The Poles are bracing for a hefty influx of Russians trying to avoid the ramifications of economic hard times. The French are wary of the possible migration of Algerians that may come as a result of the election of an Islamic fundamentalist government in their homeland. Albanian pressures on the borders of Italy... Haitians on the high seas... The media is reporting the social and political ramifications of migratory movements of human population in other parts of the world.
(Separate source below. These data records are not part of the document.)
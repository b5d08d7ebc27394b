"""One browser tab of the dashboard: figures, data sources and ONE periodic callback.

Runs once per session; it only *reads* ``get_snapshot()`` (never starts acquisition) and turns
the snapshot into columns with the pure functions of :mod:`eddyvigil.monitor.dashboard.views`. Models
that tests look at carry a ``name=`` (``verdict``, ``status_source``, ``trace_source``, ...).
"""

from __future__ import annotations

from collections.abc import Callable

import numpy as np
from bokeh.core.properties import value
from bokeh.document import Document
from bokeh.layouts import column, row
from bokeh.models import (
    Band,
    BasicTickFormatter,
    Checkbox,
    ColumnDataSource,
    CustomJS,
    DataTable,
    Div,
    LogTicker,
    Select,
    Span,
    StringFormatter,
    TableColumn,
    Whisker,
)
from bokeh.plotting import figure

from eddyvigil.monitor.dashboard import views
from eddyvigil.monitor.dashboard.quality_view import QualityPanel
from eddyvigil.monitor.dashboard.spectrum import SpectrumPanel
from eddyvigil.monitor.dashboard.budget_panel import BudgetPanel
from eddyvigil.monitor.dashboard.field_panel import FieldPanel
from eddyvigil.monitor.state import RunSnapshot

__all__ = ["build_document", "TICK_MS", "TRACE_ROLLOVER", "HISTORY_ROLLOVER"]

#: The page's one periodic callback (ms): about four updates a second.
TICK_MS = 250
#: Rows a page keeps of the live trace / of the running estimates.
TRACE_ROLLOVER = 2000
HISTORY_ROLLOVER = 4000
#: Points drawn at most per half-width line (log-spaced picks of the history).
HALFWIDTH_POINTS = 300
#: Half-width lines drawn unless "show all" is ticked: the statistics furthest from target.
HALFWIDTH_SLOWEST = 4

_PLOT = dict(height=300, sizing_mode="stretch_width", toolbar_location="right",
             tools="pan,wheel_zoom,box_zoom,reset,save")
_PROFILE_NAMES = ("uu", "vv", "ww", "uv", "k")
#: Every column of the profile sources: the moments' and eps (from the spectra).
_PROFILE_COLUMNS = views.MEAN_NAMES + views.STRESS_NAMES + ("eps",)


def _empty(columns: dict) -> dict:
    return {k: [] for k in columns}
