#: skewness of the block means of a variance-type statistic per sqrt(blocks) x relative
#: standard error, and their excess kurtosis per blocks x relative variance: the long-block
#: limits for a Gaussian series of exponential autocorrelation (see _variance_intervals;
#: a chi-squared count, equal weights, would give 2 and 6, the least at a given variance)
BLOCK_SKEW = 3.0
BLOCK_KURTOSIS = 15.0
#: the log-scale interval is used up to this half-width on the log scale (w t SE / value);
#: beyond it the plain symmetric interval (_variance_intervals)
MAX_LOG_HALF_WIDTH = 0.5
#: a statistic that converged at a checkpoint is no longer shown converged once its interval
#: has grown past this many times its target (the signal changed since; see _estimates)
LAPSE_FACTOR = 1.5


def _inflation(blocks: np.ndarray) -> np.ndarray:
    """The widening of each interval: INTERVAL_INFLATION from INFLATION_BLOCKS blocks up, and
    below that its excess over 1 in proportion to the relative error of the standard error,
    sqrt(5 / (b - 1)) / 2 (never less than before: the finite-block part stays).

    A sequential rule stops on draws whose standard error happens to be low, by a share of
    that error's own noise (REFERENCES §11: "stopping on low-noise draws"); the noise, and
    the shortfall with it, grows as the blocks get fewer. The 5 % was measured where the
    default targets stop (288-512 blocks, 256 after a jump of the level); at 68 blocks (a
    record of a few hundred T_int, where the block length in T_int, not the target, decides
    the stop) it is 10 %. Measured
    there (tests/test_coverage_hard.py, 400 records, T_int = 2000 samples): U outside its
    interval in 3 % of the stops, not 4.25 %; uu 4.5 %, not 5.75 %.

    >>> [round(float(f), 3) for f in _inflation(np.array([68, 256, 4096]))]
    [1.098, 1.05, 1.05]
    """
    b = np.clip(np.asarray(blocks, dtype=np.float64), 2.0, INFLATION_BLOCKS)
    return 1.0 + (INTERVAL_INFLATION - 1.0) * np.sqrt((INFLATION_BLOCKS - 1.0) / (b - 1.0))


def _variance_intervals(p, values, se, blocks, plain, inflation=INTERVAL_INFLATION):
    """``(half_width, shift)``: the interval ``value + shift -+ half_width`` of variance-type
    statistics (positive, chi-squared-like: uu, vv, ww, k); where it cannot be formed (a
    value or standard error of zero, too few blocks) the symmetric ``plain`` half-width.

    With b blocks of B samples each and r = SE / value, the relative variance of one block
    mean is about b r^2 (2 T_int / B for u'^2 of a Gaussian u). A block mean of u'^2 is a
    quadratic form of Gaussians, skewed and heavy-tailed: with the cumulants 2^(p-1) (p-1)!
    tr(C^p) / B^p of such a form and Szegő's limit tr(C^p) ~ B times the integral of S(f)^p
    for an exponential autocorrelation (derived here), its skewness is 3 sqrt(b) r and its
    excess kurtosis 15 b r^2 (BLOCK_SKEW, BLOCK_KURTOSIS; a chi-squared count gives 2 and 6).
    Measured on AR(1), T_int = 2000 samples: skewness 2.55-2.9 sqrt(b) r and kurtosis 9-16
    b r^2 at blocks of 2-16 T_int. At b = 68 blocks of 4 T_int (a record of a few hundred
    T_int) that is skewness 1.7 and kurtosis 3.9, and two things follow:

    * the lugsail variance of such block means is noisier than the Gaussian count assumes:
      with level j - 1's block means white and their kurtosis twice level j's (kappa), the
      relative variance of 2 V_j - V_(j-1) is (5 + kappa) / b, not 5 / b (derived here from
      the fourth cumulants of the two sums of squares), so the t quantile's degrees of
      freedom are LUGSAIL_DOF (b - 1) / (1 + kappa (b - 1) / (5 b)) (Satterthwaite's rule);
    * the estimate and its standard error rise and fall together (a record with less energy
      has both low), so a symmetric interval misses on the low side: 5.35 % below and 0.65 %
      above at nominal 5 % (2000 records of 68 x 8192 samples, T_int = 2000). The interval is
      formed on the log scale, where the standard error no longer scales with the estimate,
      and moved up by the first Edgeworth term of the studentized mean, gamma (2 t^2 + 1) /
      (6 sqrt(b)) standard errors (Hall 1992, The Bootstrap and Edgeworth Expansion, §2.6,
      from memory).

    Measured on the same records, with the widening of _inflation: 1.75 % below and 1.15 %
    above (the half-width 18 % wider there). Stopping on the verdict at T_int = 2000 samples
    (tests/test_coverage_hard.py) uu then missed in 4.5 % of 400 records (6.25 % before). On
    long records r is small and both corrections fade: at the default targets' stop (r ~ 0.02,
    300-500 blocks) the half-width grows under 1 % (benchmarks/bench_stopping.py compare).
    """
    v = np.asarray(values, dtype=np.float64)
    b = np.asarray(blocks, dtype=np.float64)
    with np.errstate(invalid="ignore", divide="ignore", over="ignore"):
        r = se / v
        kurt = BLOCK_KURTOSIS * b * r * r
        dof = LUGSAIL_DOF * (b - 1.0) / (1.0 + kurt * (b - 1.0) / (5.0 * b))
        ok = (v > 0.0) & np.isfinite(r) & (b >= 2) & (dof > 0)
        t = np.full(v.shape, np.nan)
        t[ok] = special.stdtrit(dof[ok], p)
        shift_log = BLOCK_SKEW * r * (2.0 * t * t + 1.0) / 6.0 * r
        a = inflation * t * r
        # the corrections are the first terms of expansions in r: beyond a half-width of
        # about half the value (where no target stops) they are no guide, and for r ~ 1 they
        # would put the whole interval far above the value; the plain interval is kept there
        ok &= a <= MAX_LOG_HALF_WIDTH
        lo = v * np.exp(np.where(ok, shift_log - a, 0.0))
        hi = v * np.exp(np.where(ok, shift_log + a, 0.0))
    half = np.where(ok, 0.5 * (hi - lo), plain)
    shift = np.where(ok, 0.5 * (hi + lo) - v, 0.0)
    return half, shift


class Hold(NamedTuple):
    """Why a slow-content guard keeps a targeted statistic from converging at this look."""

    reason: str
    #: the least total record (s) the hold asks for (its ETA)
    need_s: float
    #: only a look's wait (the periodogram test's p below LOOK_ALPHA, not SPECTRAL_ALPHA): the
    #: row keeps its own state and shows the reason; not a `suspect` hold
    wait: bool = False


@dataclass(frozen=True)
class _Evaluation:
    names: tuple[str, ...]
    values: np.ndarray
    stderr: np.ndarray
    blocks: np.ndarray
    se_rel_err: np.ndarray
    half_width: np.ndarray
    suspect: dict
    targets: list  # resolved target of each name: float (NaN: not yet known), None: untargeted
    long_enough: list  # record and blocks long enough against the integral time (bool)
    min_total_s: list  # least record (s) the minimum-record guards ask for
    held: list  # None, or the Hold of a slow-content guard
    no_interval: list  # None, or why no honest interval exists
    unresolved: np.ndarray  # standard error the record does not resolve yet (0 when none)
    #: per name: the blocking level the slow-content test asks for now (-1: none); None when
    #: the evaluation has no such test (random sampling)
    rise_level: list | None = None
    error_method: dict | None = None  # row -> how its error was found, where not by blocking
    #: interval centre minus value per name (None: every interval symmetric about the value)
    shift: np.ndarray | None = None
    #: the widening of each interval (_inflation; None: INTERVAL_INFLATION throughout)
    widening: np.ndarray | None = None
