class FieldSnapshot:
    """What a field's statistics say now: arrays of length P per statistic (read-only).

    ``values[name]``, ``stderr[name]``, ``ci_low``/``ci_high``, ``target``, ``converged``,
    ``eta_s`` (NaN where it cannot be predicted), ``blocks``; ``counts`` the valid samples per
    probe; ``probe_converged`` every targeted statistic of the probe converged;
    ``converged_fraction``, ``field_converged``, ``converged_at_s`` and
    ``eta_slowest_decile_s`` (the 0.9 quantile of the unconverged probes' ETAs) for the field.
    """

    def __init__(self, **kw):
        self.__dict__.update(kw)

    def verdict(self) -> Verdict:
        """The field's verdict in the words of stats/verdict.py: ``met``/``targeted`` count
        vectors (those with valid samples), ``eta_s`` is the slowest decile's."""
        seen = int((self.counts > 0).sum())
        met = int(self.probe_converged.sum())
        eta = self.eta_slowest_decile_s
        base = dict(met=met, targeted=seen, eta_s=eta if math.isfinite(eta) else None)
        if seen == 0:
            return Verdict("waiting", "no valid vectors yet")
        if not self.targeted:
            return Verdict("no-targets", "nothing to converge", **base)
        words = (f"{100 * self.converged_fraction:.1f} % of {seen} vectors meet every target"
                 f" ({100 * self.fraction:g} % required)")
        if self.field_converged:
            return Verdict("move-on", words, **base)
        return Verdict("keep-acquiring", words, **base)

    def arrays(self) -> dict[str, np.ndarray]:
        """The per-vector arrays of the summary's field file (DESIGN §13 names)."""
        out = {"count": self.counts, "converged": self.probe_converged}
        for name in self.names:
            out[name] = self.values[name]
            out[name + "_stderr"] = self.stderr[name]
            out[name + "_ci_low"] = self.ci_low[name]
            out[name + "_ci_high"] = self.ci_high[name]
            out[name + "_target"] = self.target[name]
            out[name + "_converged"] = self.converged[name]
            out[name + "_eta_s"] = self.eta_s[name]
        return out
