class _PointRun:
    """Book-keeping of the current point of one stream."""

    def __init__(self, index: int, point: dict | None):
        self.index = index
        self.point = dict(point) if point is not None else {"id": None}
        self.stats = None  # stats.PointStatistics, created at the first samples
        self.spectra = None  # stats.point_spectra.PointSpectra (regularly sampled points only)
        self.columns: tuple[str, ...] | None = None
        self.rate_hz: float | None = None
        self.units: str | None = None  # of the first accepted samples
        self.messages = 0
        self.gaps = 0
        self.lost = 0
        self.rejected: Counter = Counter()
        self.last_t: float | None = None
        self.snapshot = None  # latest stats.snapshot.PointSnapshot
        self.quality = None  # stats.quality.SignalQuality, created with the statistics
        self.t0: float | None = None  # t of the point's first row (uniform sampling)
        self.held_s = 0.0  # duration of rows the quality checks hold back (random sampling)
        self.random = None  # monitor.random_sampling.RandomFeed (random sampling only)
        self.stale = False  # data arrived since the last statistics snapshot
        # the control signals: "converged" when the verdict says move on, "withdrawn" when a
        # signalled point turns suspect while data keep coming (at most one of each pending)
        self.signalled = False
        self.signalled_at_s: float | None = None
        self.withdrawn_at_s: float | None = None
        self.converged_clock: float | None = None
        self.history: dict[str, list[float]] = {"duration_s": []}

    @property
    def point_id(self):
        return self.point.get("id")


class _StreamState:
    """Everything the pipeline knows about one stream."""

    def __init__(self, name: str):
        self.name = name
        self.session: str | None = None
        self.expected_seq: int | None = None
        self.unreadable_pending = 0
        self.active = False  # at least one accepted message
        self.ended = False
        self.messages = 0  # accepted
        self.received = 0  # accepted + rejected
        self.samples = 0
        self.lost = 0
        self.gaps = 0
        self.restarts = 0
        self.rejected: Counter = Counter()
        self.carry_gaps = 0
        self.carry_lost = 0
        self.carry_rejected: Counter = Counter()
        self.point: _PointRun | None = None
        self.points_started = 0
        self.finished: list[dict] = []
        self.last_history: dict[str, list[float]] = {}  # of the last finished point (display)
        self.rate_hz: float | None = None
        self.trace = np.zeros((TRACE_ROWS, 0))
        self.trace_columns: tuple[str, ...] = ()
        self.trace_fill = 0
        self.receive = ReceiveRate()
And, at last, the issue of how immigration affects the United States is being uncovered by the media as evidenced in, among other publications, The Kiplinger Washington Letter. The issue of the Letter dated December 27, 1991 gives a year-end view of changes to be expected in the United States because of increased immigration. The statistics, of course, are a distillation of those found in the 1990 US Census and they point to the demographic changes propelled by increased immigration that are beginning to impinge on such important issues as educational curricula, affirmative action in hiring, eligibility for human services, border control, official English, and other cultural and public policy matters. Detailing where immigrants are coming from and where they will settle, the Kiplinger Washington Editors describe immigrant pressures on California, Texas, New Mexico, Florida and New York. They predict the make-up of the US labor force in years to come and allude to the possibility of ethnic tensions rising as minorities compete for entry-level jobs. While encouraging entrepreneurs to capitalize on these changes, the authors of The Kilpinger Washington Letter are reminding us all that the changes taking place in the makeup of the American population will bring their share of problems. Can these prospective changes not also inspire a more thoughtful review of immigration policy? (On this topic, see also Leon Bouvier's essay beginning on page 98.)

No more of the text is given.